‘Rogue Agent’ Film Review: Bizarre Real-Life Con Drama Delivers Superficial Thrills

Gemma Arterton dynamically tracks down James Norton’s fraudster, but the thriller template doesn’t do justice to this strange-but-true story

Rogue Agent
Nick Briggs/IFC Films

With a significant number of Americans in the dangerous sway of a well-disseminated illusion, any stories that help us understand the psychology behind believing a con artist, and why such lies work, become a little more valuable in this day and age.

The tale of British sociopath Robert Freegard’s wreckage is one of those jaw-droppers you can’t help but want to parse, but it’s been turned into the only mildly illuminating, dimly effective thriller “Rogue Agent,” starring James Norton as Freegard, and Gemma Arterton as a lawyer who falls under his spell.

Netflix subscribers whose algorithms push scam-driven titles to the forefront will already be aware of Freegard from this year’s three-part documentary “The Puppet Master,” which grimly recounted his persuasive schemes, and the shattered victims his masquerades left behind. What “Rogue Agent” co-directors–screenwriters Declan Lawn and Adam Patterson have attempted is both to put you inside the power of Freegard’s tale-spinning, and to mine suspense from how he was exposed and tracked down.
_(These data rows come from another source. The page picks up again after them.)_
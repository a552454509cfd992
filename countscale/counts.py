"""Number counts: count models, a forward-modelled Poisson fit, integral and differential counts.

The number counts n(m) are the surface density of sources per deg^2 per magnitude as a function
of (true, AB) magnitude. A survey does not see n(m) directly: it detects a fraction of the
sources (completeness), over a finite area, and measures their magnitudes with an error that
grows towards the limit. This module fits n(m) through a *forward model* of the observed binned
counts, so completeness, effective area and photometric scatter (Eddington bias) are folded in
rather than divided out.

Contents
--------
Count models (base :class:`CountModel`; public ``density``, ``log10_density``, ``local_slope``,
``integral``, ``cumulative``, ``with_params``)
    :class:`PowerLaw` (``log10_norm``, ``slope``),
    :class:`BrokenPowerLaw` (``log10_norm``, ``slope_bright``, ``slope_faint``, ``m_break``;
    sharp break), :class:`DoublePowerLaw` (the same parameters, smooth transition of width
    ``transition_mag``). ``log10_norm`` is log10 n at ``reference_mag`` (per deg^2 per mag).
Forward model
    :class:`ForwardModel`: expected observed counts per bin for a count model, a magnitude-
    dependent effective area and a magnitude-dependent Gaussian scatter.
Fitting
    :class:`CountsFit` (scikit-learn style: ``fit`` sets ``params_``, ``cov_``, ``loglike_``,
    ``deviance_``, ``p_value_``, ``aic_``, ``bic_``, ...; ``profile_interval``), :func:`fit_counts`,
    :func:`compare_models` / :class:`ModelComparison` (AIC/BIC).
Results
    :class:`IntegralCounts` / :func:`integral_counts` (N(<m) per deg^2 and over the footprint),
    :class:`DifferentialCounts` / :func:`differential_counts` (raw and corrected binned counts
    with Poisson and Poisson + clustering intervals, for tables and plots).
Helpers
    :func:`scatter_from_errors` / :class:`ScatterRelation` (sigma(m) from quoted errors),
    :func:`poisson_interval` (Garwood), :func:`jackknife_covariance`,
    :func:`combine_covariances` (Poisson floor + clustering excess).
Warnings and errors
    :class:`CountsWarning`, :class:`CountsFitError`; :class:`NotFittedError` (shared with
    :mod:`countscale.completeness`).
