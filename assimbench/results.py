"""The result file: one HDF5 file per job, written through a temporary name.

Layout (all names are ours; see README "Result file"):

    /                      attrs: file_kind, format_version, config (YAML),
                           versions, seed, replicates, created, complete,
                           diverged, cycles_done
    /replicate   (replicate,)        dimension scale, 0..R-1
    /cycle       (cycle,)            dimension scale, 1..K
    /time        (cycle,)            model time of each analysis
    /first_bad_cycle (replicate,)    first cycle with a non-finite value, -1 if none
    /<series>    (replicate, cycle)  per-cycle diagnostics, chunked, compressed
    /summary                         attrs: time means after burn-in over replicates
    /summary/<series> (replicate,)   the same time means per replicate

The file is created as ``<output>.partial`` next to the final path and
renamed only when complete, so a killed run never leaves a file at the final
name. ``read_result`` refuses files that are not assimbench results.
"""

import os
from dataclasses import dataclass

import h5py
import numpy as np
import yaml

FILE_KIND = "assimbench result"
FORMAT_VERSION = 1
PARTIAL_SUFFIX = ".partial"


class ResultFileError(ValueError):
    """A file that is not a complete, readable assimbench result; one-line message."""


class ResultWriter:
    """Stream per-cycle series into a new result file, chunk by chunk.

    Use as a context manager: an exception inside leaves the partial file
    marked ``complete = False`` under its temporary name and never renames it.
    """

    def __init__(self, path: str, replicates: int, interval: float, series_info: dict, attrs: dict):
        self.path = os.path.abspath(path)
        self.partial_path = self.path + PARTIAL_SUFFIX
        os.makedirs(os.path.dirname(self.path), exist_ok=True)
        self._file = h5py.File(self.partial_path, "w")
        self._interval = float(interval)
        self._cycles = 0
        f = self._file
        f.attrs.update({"file_kind": FILE_KIND, "format_version": FORMAT_VERSION, "complete": False})
        f.attrs.update(attrs)
        rep = f.create_dataset("replicate", data=np.arange(replicates, dtype=np.int64))
        rep.attrs["long_name"] = "replicate (independent seed)"
        rep.attrs["units"] = "1"
        rep.make_scale("replicate")
        cycle = f.create_dataset("cycle", shape=(0,), maxshape=(None,), dtype=np.int64, chunks=(4096,))
        cycle.attrs["long_name"] = "analysis cycle number"
        cycle.attrs["units"] = "1"
        cycle.make_scale("cycle")
        time = f.create_dataset("time", shape=(0,), maxshape=(None,), dtype=np.float64, chunks=(4096,))
        time.attrs["long_name"] = "model time of the analysis"
        time.attrs["units"] = "model time units"
        time.dims[0].attach_scale(cycle)
        self._series = {}
        for name, long_name in series_info.items():
            ds = f.create_dataset(
                name,
                shape=(replicates, 0),
                maxshape=(replicates, None),
                dtype=np.float64,
                chunks=(replicates, 1024),
                compression="gzip",
                compression_opts=4,
                shuffle=True,
            )
            ds.attrs["long_name"] = long_name
            ds.attrs["units"] = "state units"
            ds.attrs["coordinates"] = "time"  # netCDF convention: time is an auxiliary coordinate
            ds.dims[0].attach_scale(rep)
            ds.dims[1].attach_scale(cycle)
            self._series[name] = ds

    def append(self, series: dict) -> None:
        """Append one chunk: each value is (replicates, L) for the next L cycles."""
        length = next(iter(series.values())).shape[1]
        start, stop = self._cycles, self._cycles + length
        f = self._file
        f["cycle"].resize((stop,))
        f["cycle"][start:stop] = np.arange(start + 1, stop + 1)
        f["time"].resize((stop,))
        f["time"][start:stop] = self._interval * np.arange(start + 1, stop + 1)
        for name, ds in self._series.items():
            ds.resize((ds.shape[0], stop))
            ds[:, start:stop] = series[name]
        self._cycles = stop
        f.attrs["cycles_done"] = stop
        f.flush()

    def finish(self, summary: dict, per_replicate: dict, first_bad_cycle: np.ndarray, attrs: dict) -> str:
        """Write the summary, mark the file complete, close it and move it to its final name."""
        f = self._file
        bad = f.create_dataset("first_bad_cycle", data=np.asarray(first_bad_cycle, dtype=np.int64))
        bad.attrs["long_name"] = "first cycle with a non-finite value (-1: none)"
        bad.attrs["units"] = "1"
        bad.dims[0].attach_scale(f["replicate"])
        group = f.create_group("summary")
        group.attrs.update({k: float(v) for k, v in summary.items()})
        for name, values in per_replicate.items():
            ds = group.create_dataset(name, data=np.asarray(values, dtype=np.float64))
            ds.attrs["long_name"] = "time mean after burn-in of " + name
            ds.attrs["units"] = "state units"
            ds.dims[0].attach_scale(f["replicate"])
        f.attrs.update(attrs)
        f.attrs["complete"] = True
        f.close()
        os.replace(self.partial_path, self.path)
        return self.path

    def close_incomplete(self) -> None:
        if self._file.id.valid:
            self._file.attrs["complete"] = False
            self._file.close()

    def __enter__(self):
        return self

    def __exit__(self, exc_type, exc, tb):
        if exc_type is not None:
            self.close_incomplete()
        return False


@dataclass
class StoredResult:
    """A result file read back: config (dict), series (name -> (R, K)), summary, attrs."""

    path: str
    config: dict
    series: dict
    summary: dict
    attrs: dict
    first_bad_cycle: np.ndarray


def read_result(path: str) -> StoredResult:
    """Read a complete result file; raise ResultFileError (one line) for anything else.

    Nothing stored in the file is unpickled or evaluated: the config is parsed
    with ``yaml.safe_load``.
    """
    try:
        f = h5py.File(path, "r")
    except (OSError, ValueError) as err:
        raise ResultFileError(f"{path}: not a readable HDF5 file ({err.__class__.__name__})") from None
    with f:
        if f.attrs.get("file_kind") != FILE_KIND:
            raise ResultFileError(f"{path}: not an assimbench result file")
        if not bool(f.attrs.get("complete", False)):
            raise ResultFileError(f"{path}: incomplete result (the run did not finish)")
        try:
            config = yaml.safe_load(str(f.attrs["config"]))
            names = [n for n in f if isinstance(f[n], h5py.Dataset) and f[n].ndim == 2]
            series = {n: f[n][...] for n in names}
            summary = {k: float(v) for k, v in f["summary"].attrs.items()}
            attrs = {k: _plain(v) for k, v in f.attrs.items()}
            first_bad = f["first_bad_cycle"][...]
        except (KeyError, OSError, yaml.YAMLError) as err:
            raise ResultFileError(f"{path}: damaged result file ({err.__class__.__name__})") from None
    return StoredResult(path=path, config=config, series=series, summary=summary, attrs=attrs, first_bad_cycle=first_bad)


def write_result(result, path: str) -> str:
    """Write an in-memory :class:`assimbench.api.RunResult` to ``path`` (through a temporary name)."""
    with ResultWriter(path, result.replicates, result.interval, result.series_info, result.file_attrs) as writer:
        writer.append(result.series)
        return writer.finish(result.summary, result.per_replicate, result.first_bad_cycle, {})


def _plain(value):
    if isinstance(value, bytes):
        return value.decode()
    if isinstance(value, np.generic):
        return value.item()
    return value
With Arterton’s voiceover detailing the traits of a master spy (looking into their eyes, telling people a story they want to hear), the movie opens on an English village near an agricultural college in 1993, where Norton’s Freegard has taken a job tending bar at a pub. After befriending a male student named Ian (Rob Malone) and female students Sophie (Marisa Abela, “Industry”) and Mae (Freya Mavor), he lets on that he’s an MI5 agent trying to uncover an IRA cell. Soon this trio are following his lead as eager recruits, until he convinces them their lives are in danger, and they need to drop everything and flee with him, that he’ll protect them.

Nearly a decade later, Freegard is a luxury car salesman with his eye on the sexy, high-powered lawyer Alice Archer (Arterton) walking by the dealership each day. His charm offensive wins her over, but even after Alice’s friend (Julian Barratt) checks him out and finds him suspicious, she enters into a relationship with a guy she believes to be kind and goofily romantic (he dances to George Michael in a towel on their lovers’ getaway), an undercover security operative hoping to get out of the trade and go into business with her.
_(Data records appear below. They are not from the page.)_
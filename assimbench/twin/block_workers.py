"""Worker processes: a run's batch split in contiguous blocks, one process per block.

XLA on the CPU runs one compiled program on about one core, and two programs
dispatched at once from one process (from two threads, or on two host
devices) did not run side by side here: they deadlocked. So a run's flat
batch (lanes x replicates, lane-major) is cut into ``workers`` contiguous
blocks, and each block runs in its own Python process started as
``python -m assimbench.twin.worker_process``. A worker re-plans the run from
its resolved config (planning is deterministic), keeps its block's slice of
the replicate keys and traced settings, compiles its own program and sends
every chunk's outputs back through its stdout pipe (pickled numpy arrays).
The parent joins the blocks along the batch axis in order, so the sinks see
exactly the chunks a one-process run gives.

Every batch element's arithmetic is its own (the batch is a ``vmap``), and
the keys and settings of an element do not depend on the block it lands in,
so a block's values equal the same elements' values in a one-process run.
Tests check this per cycle (tests/twin/test_block_workers.py).

Protocol (pickle frames): parent -> worker stdin: ``(config, first, stop,
length)``; worker -> parent: ``("compiled", seconds)``, then
``("chunk", outputs)`` per chunk, or ``("error", one line)`` on failure.
The worker's own stdout is moved to its stderr, so a stray print cannot
corrupt the frames.
"""

import os
import pickle
import subprocess
import sys
import tempfile

import numpy as np

# A batch smaller than this many run-cycles (batch elements x cycles) runs in one process under
# workers=auto: a worker's start (importing JAX, planning, compiling) costs a few seconds, which only
# pays on a run long enough to gain them back (see the README's performance section).
AUTO_MIN_RUN_CYCLES = 200_000


def available_cores() -> int:
    """The cores this process may run on."""
    try:
        return len(os.sched_getaffinity(0))
    except AttributeError:  # not on Linux
        return os.cpu_count() or 1


def worker_count(setting, batch: int, cycles: int) -> int:
    """The processes a run of ``batch`` elements x ``cycles`` uses for ``workers=setting``:
    ``auto`` is one per core when the run has at least 2 elements and AUTO_MIN_RUN_CYCLES run-cycles,
    else 1; an integer k is min(k, batch)."""
    if setting == "auto":
        return min(available_cores(), batch) if batch >= 2 and batch * cycles >= AUTO_MIN_RUN_CYCLES else 1
    return max(1, min(int(setting), batch))


def blocks(batch: int, workers: int) -> list:
    """(first, stop) of ``workers`` contiguous blocks covering ``range(batch)``, sizes differing by at most 1."""
    edges = np.linspace(0, batch, workers + 1).round().astype(int)
    return [(int(a), int(b)) for a, b in zip(edges[:-1], edges[1:])]


class WorkerFailed(RuntimeError):
    """A worker process stopped without finishing its block."""


class BlockWorkers:
    """The parent's side: starts one worker per block, then yields each chunk's outputs joined in batch order."""

    def __init__(self, config: dict, batch: int, workers: int, length: int):
        self.spans = blocks(batch, workers)
        self.processes, self.logs = [], []
        environment = dict(os.environ, PYTHONUNBUFFERED="1")
        try:
            for first, stop in self.spans:
                log = tempfile.TemporaryFile()
                process = subprocess.Popen([sys.executable, "-m", "assimbench.twin.worker_process"],
                                           stdin=subprocess.PIPE, stdout=subprocess.PIPE, stderr=log, env=environment)
                self.processes.append(process)
                self.logs.append(log)
                pickle.dump((config, first, stop, length), process.stdin)
                process.stdin.close()
        except BaseException:
            self.close()
            raise

    def _receive(self, index: int, expected: str):
        process = self.processes[index]
        try:
            kind, payload = pickle.load(process.stdout)
        except (EOFError, pickle.UnpicklingError):
            process.wait()
            self.logs[index].seek(0)
            lines = self.logs[index].read().decode(errors="replace").strip().splitlines()
            tail = lines[-1] if lines else f"exit status {process.returncode}"
            raise WorkerFailed(f"worker {index + 1} of {len(self.processes)} stopped: {tail}") from None
        if kind == "error":
            raise WorkerFailed(f"worker {index + 1} of {len(self.processes)}: {payload}")
        if kind != expected:
            raise WorkerFailed(f"worker {index + 1} sent {kind!r} where {expected!r} was due")
        return payload

    def compiled(self) -> float:
        """Wait until every worker has compiled; the longest compile (seconds)."""
        return max(self._receive(i, "compiled") for i in range(len(self.processes)))

    def next_chunk(self) -> dict:
        """The next chunk's outputs of the whole batch: name -> (batch, ...) array."""
        parts = [self._receive(i, "chunk") for i in range(len(self.processes))]
        return {name: np.concatenate([part[name] for part in parts], axis=0) for name in parts[0]}

    def close(self) -> None:
        """Stop every worker still running (after an error or an interrupt) and release their logs."""
        for process in self.processes:
            if process.poll() is None:
                process.kill()
            process.wait()
            if process.stdout is not None:
                process.stdout.close()
        for log in self.logs:
            log.close()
When it brutally sinks in who he is — not just a thieving impostor, but a brainwasher and possibly a kidnapper — Alice discovers Freegard is known to law enforcement and sets about bringing him to justice by browbeating a detective (Shazad Latif) into helping her, and later an FBI agent (Edwina Findley). The clock is ticking, however, when a vulnerable American woman (Sarah Goldberg, “Barry”) enters Freegard’s orbit at the time he’s most desperate.

“Rogue Agent” gives itself the tricky job of wanting us seduced, disturbed, and agitated, but in toggling between the perspectives of suave criminal and crusading victim — a feat of pacing that editor Mags Arnold (“The Trip to Spain”) is very much up to — the movie too often settles for nighttime-soap vibes, when the reality of Freegard’s evil manipulations beg for a more unsettling treatment.

Norton’s fine, but his glossy good looks are almost an impediment; his Freegard is more smoldering Lifetime-movie cad or — ironically, as the title implies — outlaw on a mission than everyday devil starring in his own hidden horror film. Neither the filmmakers nor Norton seem interested in tapping into any squishy undercurrents that might ground Freegard as a ripped-from-real-life figure.

On the other hand, Arterton’s flinty energy, as she goes from blindsided prey to near-vigilante, is a perfectly entertaining fit for the filmmakers’ more genre-driven, matching-wits-with-a-villain aims. Her succumbing is believable as a matter of the heart, and her second-half drive to nab him is appealingly righteous.

Also sharply rendered is Abela’s transformed Sophie, the most far-gone victim, as well as Goldberg’s character. The latter’s predicament is turned into a race-against-time climax different from how things really went down for Freegard, but as far as this particular version’s dramatic license goes, it ties up its arcs with suspenseful efficiency. (Many of the movie’s characters have had their names changed, and Alice is a composite.)

But after that ending, when onscreen text serves up a few vital facts about what happened to Freegard, we’re left wondering if this serviceably paced yet middlebrow thriller did all it could to convey the sheer weirdness of his crimes, the psychological complexities that were involved, and the difficulty in stopping someone like him from plying his awful gifts again. “Rogue Agent” is plenty fascinated by the abridged version of this saga — bad men are out there — but you’ll wish for that darker, less cleanly shaped telling the more you think about its scarier contours.

“Rogue Agent” opens August 12 in US theaters and on AMC+.